On order of the Court, the application for leave to appeal the October 12, 2006 judgment of the Court of Appeals is considered, and it is DENIED, because we are not persuaded that the question presented should be reviewed by this Court.

MARKMAN, J., dissents and states as follows: 2

I respectfully dissent. By denying leave to appeal in this case, the majority leaves intact a published decision of the Court of Appeals that holds that a person who is unlawfully in the United States, and who is therefore subject to deportation at any time, may nevertheless be considered “domiciled” in Michigan. Because I strongly disagree with this proposition, I would reverse the judgment of the Court of Appeals and remand the case to the trial court for the entry of an order of summary disposition in favor of defendant Farm Bureau.

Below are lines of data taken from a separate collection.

class TestLoadBaseline:
    def test_round_trip(self, tmp_path):
        path = tmp_path / "previous-result.json"
        path.write_text(json.dumps(BASELINE, indent=2), encoding="utf-8")
        assert load_baseline(path) == BASELINE

    def test_bad_json_is_located(self, tmp_path):
        path = tmp_path / "previous-result.json"
        path.write_text('{\n  "schema": "netcheck.result/1",\n  "specs": [,]\n}\n', encoding="utf-8")
        with pytest.raises(BaselineError) as info:
            load_baseline(path)
        text = info.value.format()
        assert text.startswith(f"{path}:3:13: error run-411: not valid JSON: Expecting value")
        # the source line, indented four spaces, and a caret under the stray comma
        assert text.splitlines()[1:] == ['      "specs": [,]', " " * 16 + "^"]

    def test_missing_file(self, tmp_path):
        with pytest.raises(BaselineError, match="cannot read earlier result"):
            load_baseline(tmp_path / "absent.json")

    def test_not_utf8(self, tmp_path):
        path = tmp_path / "r.json"
        path.write_bytes(b'{"schema": "\xff"}')
        with pytest.raises(BaselineError, match="not UTF-8"):
            load_baseline(path)

    def test_other_json_is_refused(self, tmp_path):
        path = tmp_path / "coverage.json"
        path.write_text('{"meta": {"format": 3}, "files": {}}', encoding="utf-8")
        with pytest.raises(BaselineError, match='no "schema" key') as info:
            load_baseline(path)
        assert info.value.location() == f"{path}: schema"


def test_docstring_examples():
    # the examples sit on compare_baseline, defined in netcheck.runs.baseline and re-exported by netcheck.runs.ci
    outcome = doctest.testmod(netcheck.runs.baseline)
    assert outcome.attempted > 0 and outcome.failed == 0


def test_every_public_name_resolves():
    import netcheck.runs.ci
    assert [name for name in netcheck.runs.ci.__all__ if not hasattr(netcheck.runs.ci, name)] == []


# --------------------------------------------------------------------------- pre-commit, docs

Plaintiffs, four illegal aliens, were injured while riding in an automobile owned by Cesar Garcia and insured by defendant Founders Insurance Company. Plaintiffs Leonila and Estelbina Robles-Macias lived in the home of their brother, Salvadore Robles- Macias, and plaintiffs Fidel and Joel Martinez lived in the home of Fidel’s brother, Sebastian Martinez Lopez. Defendant Farm Bureau insured both Salvadore Robeles- Macias and Sebastian Martinez Lopez. Plaintiffs brought the instant action, claiming that they are each entitled to no-fault benefits from Farm Bureau through their relatives’ policies. The trial court denied Farm Bureau’s motion for summary disposition, concluding that plaintiffs’ status as illegal aliens did not disqualify them from being “domiciled” in Michigan for purposes of MCL 500.3114(1). The Court of Appeals affirmed in a published opinion.

MCL 500.3114(1) states, in relevant part:

Except as provided in subsections (2), (3), and (5), a personal protection insurance policy described in section 3101(1) applies to accidental bodily injury to the person named in the policy, the person's spouse, and a relative of either domiciled in the same household, if the injury arises from a motor vehicle accident. . . . [Emphasis supplied.] When construing a statute, this Court’s primary obligation is to ascertain the legislative intent that may be reasonably inferred from the express words of the statute. Chandler v Muskegon Co, 467 Mich 315, 319 (2002). “Domicile” is a legal term defined in Black’s Law Dictionary (5th ed) as “[t]hat place where a man has his true, fixed, and permanent home and principal establishment and to which, whenever he is absent he has the intention of returning.” Similarly, it is defined as a legal term in the New Shorter Oxford English Dictionary (1993) as “[t]he place of a person's permanent residence, which he or she leaves only temporarily.”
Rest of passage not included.